I say this not because it is International Women's Day but because I have three boys of my own... and they know that if they even THOUGHT of treating women as is seen in current pop culture, they would have one angry Momma Bear -- my 18 year old's nickname for me -- to contend with.  Moreover, they would also have to face the disappointment of their father and stepfather, both of whom set fine examples for them to develop into responsible young men.


----------



## rz350 (8 Mar 2007)

I did not need to be taught to treat *women * with respect, I was taught to treat *people * with respect, and last I checked, women are people. IMHO, they are the same as men, and should be treated the same.


----------



## scoutfinch (8 Mar 2007)

Well, good for you.  But that isn't a universal truth.

** edited to remove the inadvertantly placed capitals and to finish the post.


----------



## krustyrl (8 Mar 2007)

Well,  I also think there is an "image" that is popular with the young'uns that they feel they must "subscribe" to in order to fit in or be accepted.  The gangsta look is what seems to be the way they like to look.  You know the deal with the uberpants and the fake "bling" and don't forget the whole ball cap thing.  Me thinks that if these posers were in a REAL gang society...., I think they would probably wish they hadn't and the lifestyle isn't always what they portray in those videos.!  OP was a very good read .


----------



## scoutfinch (8 Mar 2007)

I am not sure that every young man wants to look like a gangsta or young woman a 'ho for the sake of fitting in.  I can attest to the fact that my boys didn't, nor did their friends of either sex.


----------



## krustyrl (8 Mar 2007)

Let me make it clear that I didn't mean all  the kids.  But it is a fashion statement held by lots.


----------



## Hawk (8 Mar 2007)

I want to tell the gangsa twits "pull up your pants and turn your hat around-you look like an idiot!"

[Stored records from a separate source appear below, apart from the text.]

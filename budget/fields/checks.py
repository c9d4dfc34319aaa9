"""Checks stage of budget.fields: cheap plausibility checks on a thinned sample of the first
time step, to catch a wrong units label before anything is computed.

The every-block checks on every value the budget reads belong to the engine (budget.blocks
or the ledger); the ranges come from the role catalogue (budget.catalogue: common practice,
no single source).
"""

from __future__ import annotations

import warnings as _warnings

import numpy as np
import xarray as xr

from ..catalogue import role
from ..errors import FieldsError
from ..units import to_si
from .hints import units_hint


def sample(da: xr.DataArray) -> np.ndarray:
    """A few hundred values of the first time step (all levels), read cheaply."""
    sub = da.isel(time=0)
    sl = {}
    for d in [d for d in ("lat", "lon", "y", "x") if d in sub.dims]:
        n = sub.sizes[d]
        sl[d] = slice(None, None, max(1, n // 24))
    sub = sub.isel(sl)
    with _warnings.catch_warnings():
        _warnings.simplefilter("ignore")
        return np.asarray(sub.values, dtype=float)


def plausible(ds: xr.Dataset, found: dict, where: str) -> None:
    """Refuse specific humidity or surface pressure whose sample shows a wrong unit label."""
    if "q" in ds:
        _check_q(ds["q"], found["q"], where)
    if "ps" in ds:
        vals = sample(ds["ps"])
        lo_ok, hi_ok = role("ps").plausible
        if np.isfinite(vals).any():
            lo, hi = np.nanmin(vals), np.nanmax(vals)
            if lo < lo_ok or hi > hi_ok:
                src_units = ds["ps"].attrs.get("source_units")
                raise FieldsError(
                    f"Surface pressure '{found['ps']}' in {where} spans {lo:.6g} to {hi:.6g} Pa "
                    f"after conversion from '{src_units}', outside the plausible "
                    f"{lo_ok:.0f}-{hi_ok:.0f} Pa, so its unit looks wrong "
                    f"(hPa labelled Pa?); declare the real unit with {units_hint('ps')}."
                )


def _check_q(q: xr.DataArray, name: str, where: str) -> None:
    q_max = role("q").plausible[1]
    vals = sample(q)
    qmax = np.nanmax(vals) if np.isfinite(vals).any() else 0.0
    if qmax > 1000 * q_max:
        raise FieldsError(
            f"Specific humidity '{name}' in {where} holds values up to {qmax:.3g}, far "
            "above any humidity even in g/kg, which looks like missing values that are not "
            "marked; give the variable a _FillValue (or missing_value) attribute."
        )
    if qmax > q_max:
        src_units = q.attrs.get("source_units")
        raise FieldsError(
            f"Specific humidity '{name}' in {where} reaches "
            f"{qmax:.3g} kg kg-1 after conversion from '{src_units}', above "
            f"the physical limit of about {q_max} kg kg-1, so it looks like g/kg labelled "
            f"kg/kg; declare the real unit with {units_hint('q')}."
        )


def humidity_forms(ds: xr.Dataset, forms: dict, where: str) -> None:
    """Refuse relative humidity in the wrong scale and a dew point above the temperature."""
    if "rh" in forms:
        vals = sample(ds["rh"])
        top = np.nanmax(vals) if np.isfinite(vals).any() else 0.0
        src_units = str(ds["rh"].attrs.get("source_units"))
        name = forms["rh"]
        if top > 1.5:  # as a fraction after conversion: the label was a fraction, values in %
            raise FieldsError(
                f"Relative humidity '{name}' in {where} is labelled '{src_units}' (a fraction) "
                f"but reaches {top:.3g}, which looks like percent; declare it with "
                f"--units rh=% (units={{'rh': '%'}} in Python)."
            )
        conv = to_si(src_units, "fraction")
        if top <= 0.015 and conv is not None and conv.scale != 1.0:  # labelled percent
            raise FieldsError(
                f"Relative humidity '{name}' in {where} is labelled '%' but never exceeds "
                f"{100 * top:.3g} %, which looks like a fraction (0-1) labelled percent; "
                f"declare it with --units rh=1 (units={{'rh': '1'}} in Python)."
            )
    if "td" in forms and "t" in forms:
        td, t = sample(ds["td"]), sample(ds["t"])
        excess = td - t
        if np.isfinite(excess).any() and np.nanmax(excess) > 0.5:
            k = int(np.nanargmax(excess))
            raise FieldsError(
                f"The dew point '{forms['td']}' in {where} lies above the air temperature "
                f"'{forms['t']}' by up to {np.nanmax(excess):.3g} K (dew point "
                f"{td.ravel()[k]:.5g} K, temperature {t.ravel()[k]:.5g} K), which cannot "
                "happen; check that the two variables and their units are the right ones."
            )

And i want to tell the girls with their bra straps hanging out what my mother told me if my strap was ACCIDENTLY showing "your bra isn't that clean missy"

When did it become alright to have your underwear showing or wear a slip as a dress/top???


Hawk


----------



## scoutfinch (8 Mar 2007)

I hear ya.  I guess what I find so curious is why do a bunch of middle class kids want to emulate gangsta culture?  What in god's name is so attractive about it???

(I am sure my parents said that on more than one occasion when I came home with my hair blue or green or purple too!)


----------



## Sig_Des (8 Mar 2007)

Please tell me that girls aren't attracted to those punks who are now tucking their pants into the back of their socks...when did that become cool  ???


----------



## Yrys (8 Mar 2007)

Sig_Des said:
			
		

> when did that become cool  ???



A few years ago, and some girls seem attracted to it!


----------



## ronnychoi (8 Mar 2007)

Dad, provide your girl with a killer library covering a variety of topics. Start with the easy to read version of the Bible. Then get her everything R.C. Sproul's written on Theology. After that, line the shelves with biographies of productive world shakers. Then get a good tome that overviews the major philosophers/philosophies. In addition, stack her shelves with world history books and the history of the West. Last but not least, stock the Classics. If you provide these pithy works and encourage your girl to imbibe deeply on them, I guarantee you won't have to worry about your daughter drinking bong water with Tara Reid while clubbing on South Beach



Best article I've read in years. I'm printing this off, laminating it, and giving it to my sister.

I mean, I was reading and writing reports on Cars, King Cobras, Texas Tornadoes, Napolean, Hitler, and Hiroshima in grades 1,2, and 3. I turned out great. Education is key to not being another dumb floozy and or groupy "living in a VHAAAN down by the RIVER"!


----------



## scoutfinch (8 Mar 2007)

"another dumb floozy"....

I rest my case.


----------



## Roy Harding (8 Mar 2007)

Sig_Des said:
			
		

> Please tell me that girls aren't attracted to those punks who are now tucking their pants into the back of their socks...when did that become cool  ???



I suppose it became cool in the same way that "Beatle" haircuts became cool in the early sixties - or that long hair, bell-bottoms, and tie-dyed shirts became "cool" in the late sixties and early seventies.  Or even, how the word "cool" became "cool" during the same time frame - there is no explanation for what becomes "cool" - never has been, never will be.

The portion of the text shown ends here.